Bug #87295
closedChinese Language url not working with TYPO3 9.5
100%
Description
I have site with Chinese language and TYPO3 9.5 but Chinese page title in url are replaced with some string like e5b7a5e4bd9ce4b88ee8818ce4b89a
In realurl version its /cn/应用/ and in new(TYPO3 9 slug) its /cn/e5ba94e794a8
So is Chinese supported in TYPO3 9 slug?
According to doc https://docs.typo3.org/typo3cms/extensions/core/Changelog/9.4/Feature-84729-NewTCATypeSlug.html unicode is supported.
Its seems
line 126 $slug = rawurlencode($slug); \\ \TYPO3\CMS\Core\DataHandling\SlugHelper->sanitize() encoded it.
Files
Updated by Riccardo De Contardi almost 6 years ago
- Category set to Site Handling, Site Sets & Routing
Updated by Ricky Mathew almost 6 years ago
- Priority changed from Should have to Must have
- Target version set to Candidate for patchlevel
Any updates?
Updated by Lars Peter Søndergaard almost 6 years ago
The rawurlencode
line can probably be removed.
A few lines earlier there is the regular expression:
$slug = preg_replace('/[^\p{L}0-9\/' . preg_quote($fallbackCharacter) . ']/u', '', $slug);
That line removes anything that is not a Letter (using unicode properties), not a digit (0-9), not a forward-slash and not the fallback character.
Letters within ASCII are only a-z
and A-Z
. Anything else has a codepoint beyond U+80, outside of ASCII and those characters should not cause trouble for URLs. None of them are used as URL or HTML delimiters, as far as I know.
Letters, digits and slashes are safe in the path segments. Only the fallback-character might be unsafe if defined unusual.
The only characters that could cause trouble in the path segment of a URL, is the '?'
, '&'
, '"'
and "'"
(for HTML).
Those characters however, are properly encoded by the symfony UrlGenerator class:
Symfony\Component\Routing\Generator\UrlGenerator::doGenerate
It uses rawurlencode
when building the url, but decodes a set of characters predefined as protected $decodedChars
.
I only followed the case where a Site configuration is available, so I wouldn't know what happens in "traditional" setups, or if those slugs are even relevant in that case.
Greetings.
Updated by Ricky Mathew almost 6 years ago
I also think there is no need for rawurlencode() as the preg_replace() before handles eveything perfectly.if rawurlencode() can't be avoided then i have a workaround of using rawurldecode() at the end of sanitize() function if sanitize() is referenced only on purpose of url generation.

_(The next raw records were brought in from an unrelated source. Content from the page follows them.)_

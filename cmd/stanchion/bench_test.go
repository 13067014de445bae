package main

import (
	"bytes"
	"context"
	"fmt"
	"os"
	"os/exec"
	"path/filepath"
	"testing"
	"time"

	"github.com/stretchr/testify/require"
	"github.com/xuri/excelize/v2"
)

const benchRows = 20_000

// longWorkbook writes a schedule of 20 000 rows as an office would have it.
func longWorkbook(b *testing.B) string {
	b.Helper()
	path := filepath.Join(b.TempDir(), "loads.xlsx")
	f := excelize.NewFile()
	defer f.Close()
	require.NoError(b, f.SetSheetName("Sheet1", "Columns"))
	w, err := f.NewStreamWriter("Columns")
	require.NoError(b, err)
	require.NoError(b, w.SetRow("A1", []any{"Mark", "Grid", "Level from", "Level to", "Length [m]", "Qty", "N_Ed ULS1 [kN]", "N_Ed ULS2 [kN]",
		"Ends y-y", "Ends z-z", "Restraints z-z [m]", "Remarks"}))
	for i := range benchRows {
		require.NoError(b, w.SetRow(fmt.Sprintf("A%d", i+2), []any{
			fmt.Sprintf("C%d", i+1), fmt.Sprintf("%c%d", 'A'+i%20, i%40), fmt.Sprintf("L%d", i%9), fmt.Sprintf("L%d", i%9+1), 3 + 0.1*float64(i%40), 1,
			100 + (i*7919)%3000, 90 + (i*5407)%2500, "pinned-pinned", "pinned-pinned", []string{"", "mid", "thirds"}[i%3], "as drawn",
		}))
	}
	require.NoError(b, w.Flush())
	require.NoError(b, f.SaveAs(path))
	return path
}

// size runs the command in this process.
func size(tb testing.TB, args ...string) {
	tb.Helper()
	var said bytes.Buffer
	con := &console{in: bytes.NewReader(nil), out: &said, err: &said}
	require.Zero(tb, execute(context.Background(), con, append([]string{"size", "--quiet", "--force"}, args...)), said.String())
}

// excelizeAlone does with the library alone what sizing a workbook comes to
// without any designing: open it, read every cell, set as many result cells one
// by one, and save.
func excelizeAlone(tb testing.TB, path, out string, cols int) {
	tb.Helper()
	f, err := excelize.OpenFile(path)
	require.NoError(tb, err)
	defer f.Close()
	rows, err := f.GetRows("Columns")
	require.NoError(tb, err)
	for r := range rows {
		for c := range cols {
			cell, err := excelize.CoordinatesToCellName(len(rows[0])+c+1, r+1)
			require.NoError(tb, err)
			if c%3 == 0 {
				err = f.SetCellStr("Columns", cell, "203x203x60 UKC")
			} else {
				err = f.SetCellFloat("Columns", cell, float64(r*c), -1, 64)
			}
			require.NoError(tb, err)
		}
	}
	require.NoError(tb, f.SaveAs(out))
}

// BenchmarkSizeWorkbook times size on a workbook of 20 000 rows against the
// library alone, in turn, and reports the ratio.
func BenchmarkSizeWorkbook(b *testing.B) {
	path := longWorkbook(b)
	out := filepath.Join(b.TempDir(), "out.xlsx")
	const resultColumns = 27
	var ours, theirs time.Duration
	for b.Loop() {
		begin := time.Now()
		size(b, path, "-o", out)
		ours += time.Since(begin)
		begin = time.Now()
		excelizeAlone(b, path, out, resultColumns)
		theirs += time.Since(begin)
	}
	b.ReportMetric(float64(ours.Seconds())/float64(b.N), "s/size")
	b.ReportMetric(ours.Seconds()/theirs.Seconds(), "of-excelize")
}

// BenchmarkSizeText sizes a text schedule of a million rows in a process of its
// own and reports the most memory that it held.
func BenchmarkSizeText(b *testing.B) {
	dir := b.TempDir()
	path := filepath.Join(dir, "loads.csv")
	require.NoError(b, os.WriteFile(path, []byte(manyRows(1_000_000)), 0o666))
	var peak int64
	for b.Loop() {
		run := exec.Command("stanchion", "size", path, "--quiet", "--force")
		run.Stderr = os.Stderr
		require.NoError(b, run.Start())
		ended := make(chan error, 1)
		go func() { ended <- run.Wait() }()
		for done := false; !done; {
			select {
			case err := <-ended:
				require.NoError(b, err)
				done = true
			case <-time.After(20 * time.Millisecond):
				peak = max(peak, peakMemory(run.Process.Pid))
			}
		}
	}
	b.ReportMetric(float64(peak)/1024, "MB-peak")
}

What all other thoughts?I think this must be considered in the next patch level as typo3 url system isn't supporting Asian languages at all !!.
Updated by Sven Juergens almost 6 years ago
here same problem with Arabic language
Updated by Gerrit Code Review over 5 years ago
- Status changed from New to Under Review
Patch set 1 for branch master of project Packages/TYPO3.CMS has been pushed to the review server.
It is available at https://review.typo3.org/c/Packages/TYPO3.CMS/+/59796
Updated by Gerrit Code Review over 5 years ago
Patch set 2 for branch master of project Packages/TYPO3.CMS has been pushed to the review server.
It is available at https://review.typo3.org/c/Packages/TYPO3.CMS/+/59796
Updated by Gerrit Code Review over 5 years ago
Patch set 1 for branch 9.5 of project Packages/TYPO3.CMS has been pushed to the review server.
It is available at https://review.typo3.org/c/Packages/TYPO3.CMS/+/59822
Updated by Guido Schmechel over 5 years ago
- Status changed from Under Review to Resolved
- % Done changed from 0 to 100
Applied in changeset 0299afec77ad32449b2a929f3c66d630af50cf68.